*MATERIAL FOR THIS EXERCISE:*
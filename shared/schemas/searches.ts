import { z } from 'zod'
import { id, wholeBetween } from './common'

/** What a search looks for: labels of a lower bit error rate, or parameters that need a lower SNR. */
export const searchKinds = ['labels', 'parameters'] as const
export const searchStates = ['queued', 'running', 'done', 'cancelled', 'failed'] as const

/** Parameters that a search may vary, and what it lowers the required SNR of. */
export const freeParameters = ['ratios', 'phases', 'offset', 'points'] as const
export const searchGoals = ['ser', 'ber', 'mutualInformation', 'bitMetricRate'] as const

const seed = wholeBetween(0, 2 ** 31 - 1, 'A seed is a whole number from 0 to 2,147,483,647.').default(1)
const bounds = z.tuple([z.number({ error: 'A bound is a number.' }), z.number({ error: 'A bound is a number.' })], { error: 'Bounds are two numbers, the lower first.' })
  .refine(([low, high]) => low < high, 'Bounds are two numbers, the lower first.')

const labelSearch = z.strictObject({
  kind: z.literal('labels'),
  seed,
  /** labellings from which the search starts */
  starts: wholeBetween(1, 1000, 'Enter 1 to 1,000 starts.').default(20),
})

const parameterSearch = z.strictObject({
  kind: z.literal('parameters'),
  free: z.array(z.enum(freeParameters, { error: `What is searched is one of ${freeParameters.join(', ')}.` })).min(1, 'Choose at least one parameter to search.')
    .refine(free => new Set(free).size === free.length, 'Name each parameter once.'),
  /** least and largest value of a parameter's numbers; phases in degrees */
  bounds: z.partialRecord(z.enum(freeParameters), bounds).default({}),
  /** left out: what the row's required SNR rests on */
  goal: z.enum(searchGoals, { error: `The goal is one of ${searchGoals.join(', ')}.` }).optional(),
  seed,
  starts: wholeBetween(2, 100, 'Enter 2 to 100 starts.').default(4),
  /** evaluations of the goal at most; left out: by the number of parameters */
  budget: wholeBetween(1, 200_000, 'Enter 1 to 200,000 evaluations.').optional(),
})

/** POST /api/candidates/{id}/searches */
export const searchCreation = z.discriminatedUnion('kind', [labelSearch, parameterSearch], { error: 'A search is for labels or for parameters.' })
export type SearchCreation = z.infer<typeof searchCreation>

/** How far a search is, and what it has found so far. */
export const searchProgress = z.object({
  /** what is lowered, such as "BER at 12.3 dB", and its unit: null for a rate */
  what: z.string(), unit: z.string().nullable(),
  startValue: z.number(), value: z.number(),
  evaluations: z.int(), startsDone: z.int(), starts: z.int(),
  /** evaluations that it stops at; null without such a limit */
  budget: z.int().nullable(),
  /** whether it came to an end by itself, and, of parameters, on one place; where not, the goal lay between these in the last steps */
  converged: z.boolean(), low: z.number().nullable(), high: z.number().nullable(),
})
export type SearchProgress = z.infer<typeof searchProgress>

/** A search of a study. */
export const search = z.object({
  id, studyId: id, candidateId: id,
  kind: z.enum(searchKinds), state: z.enum(searchStates),
  definition: searchCreation,
  /** null until the first step is done */
  progress: searchProgress.nullable(),
  /** why it failed */
  error: z.string().nullable(),
  /** the row that it has made */
  resultId: id.nullable(),
  createdBy: z.string(), createdAt: z.string(), updatedAt: z.string(),
})
export type Search = z.infer<typeof search>
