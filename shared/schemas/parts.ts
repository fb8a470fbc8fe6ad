import { z } from 'zod'
import { id, issue } from './common'
import { estimate } from './values'

const n = z.number().nullable()
const e = estimate.nullable()

/**
 * Columns that need heavy work, by part: they are computed when somebody shows or asks for them.
 * null where a row has no such number; SNR in dB, rates in bit per symbol.
 */
export const partValues = {
  /** BER at the available Es/N0, and the Es/N0 at which the exact one meets the study's target value */
  bits: z.object({ berExact: e, berNearest: n, berAllPairs: n, requiredBerEsN0Db: e }),
  /** information rates at the available Es/N0, and the Es/N0 at which they reach the row's net bits per symbol */
  rates: z.object({ mutualInformation: e, bitMetricRate: e, thresholdMutualInformationDb: e, thresholdBitMetricDb: e }),
  /** what the points stand without noise */
  tolerances: z.object({ largestRotationDeg: n, largestGainDb: n }),
  frames: z.object({ frameErrorRate: e }),
  /** what lies below the exact SER, and the directional estimate of it */
  lower: z.object({ serLower: n, serDirectional: e }),
  /** MAP decisions at the available Es/N0; how many points lie outside of their own cells, and how many cells have vanished */
  map: z.object({ serMap: n, requiredMapEsN0Db: n, mapOutside: n, mapVanished: n }),
} as const
export type PartName = keyof typeof partValues
export const partNames = Object.keys(partValues) as PartName[]
export type PartValuesOf<P extends PartName> = z.infer<(typeof partValues)[P]>
export type PartValues = { [P in PartName]: PartValuesOf<P> }[PartName]

export const partStates = ['computing', 'computed', 'failed'] as const

const partOf = <V extends z.ZodType>(values: V) => z.object({
  state: z.enum(partStates),
  values: values.nullable(),
  /** why it failed: where, and what is allowed */
  errors: z.array(issue),
})

/** The parts of a row that have been asked for. */
export const candidateParts = z.object({
  bits: partOf(partValues.bits), rates: partOf(partValues.rates), tolerances: partOf(partValues.tolerances),
  frames: partOf(partValues.frames), lower: partOf(partValues.lower), map: partOf(partValues.map),
}).partial()
export type CandidateParts = z.infer<typeof candidateParts>

/** What is stored as a part beside the columns: curves that are drawn when they are asked for. */
export type StoredPart = PartName | 'curves-ber' | 'curves-rate'

/** POST /api/studies/{id}/parts: has a part of these rows computed where it is missing; the rows follow as events. */
export const partsRequest = z.strictObject({
  part: z.enum(partNames, { error: `A part is one of ${partNames.join(', ')}.` }),
  ids: z.array(id).min(1, 'Name at least one row.').max(10_000, 'Name at most 10,000 rows.'),
})
export type PartsRequest = z.infer<typeof partsRequest>

/** How many of the rows have the part, how many wait for it, and how many can have none, because they have failed or have no points. */
export const partsAnswer = z.object({ computed: z.int(), queued: z.int(), without: z.int() })
export type PartsAnswer = z.infer<typeof partsAnswer>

*HOW TO COMPLETE THIS TASK:* Report every line of the entries that carries the word "searchKinds".

*RESULT:*
export const searchKinds = ['labels', 'parameters'] as const
  kind: z.enum(searchKinds), state: z.enum(searchStates),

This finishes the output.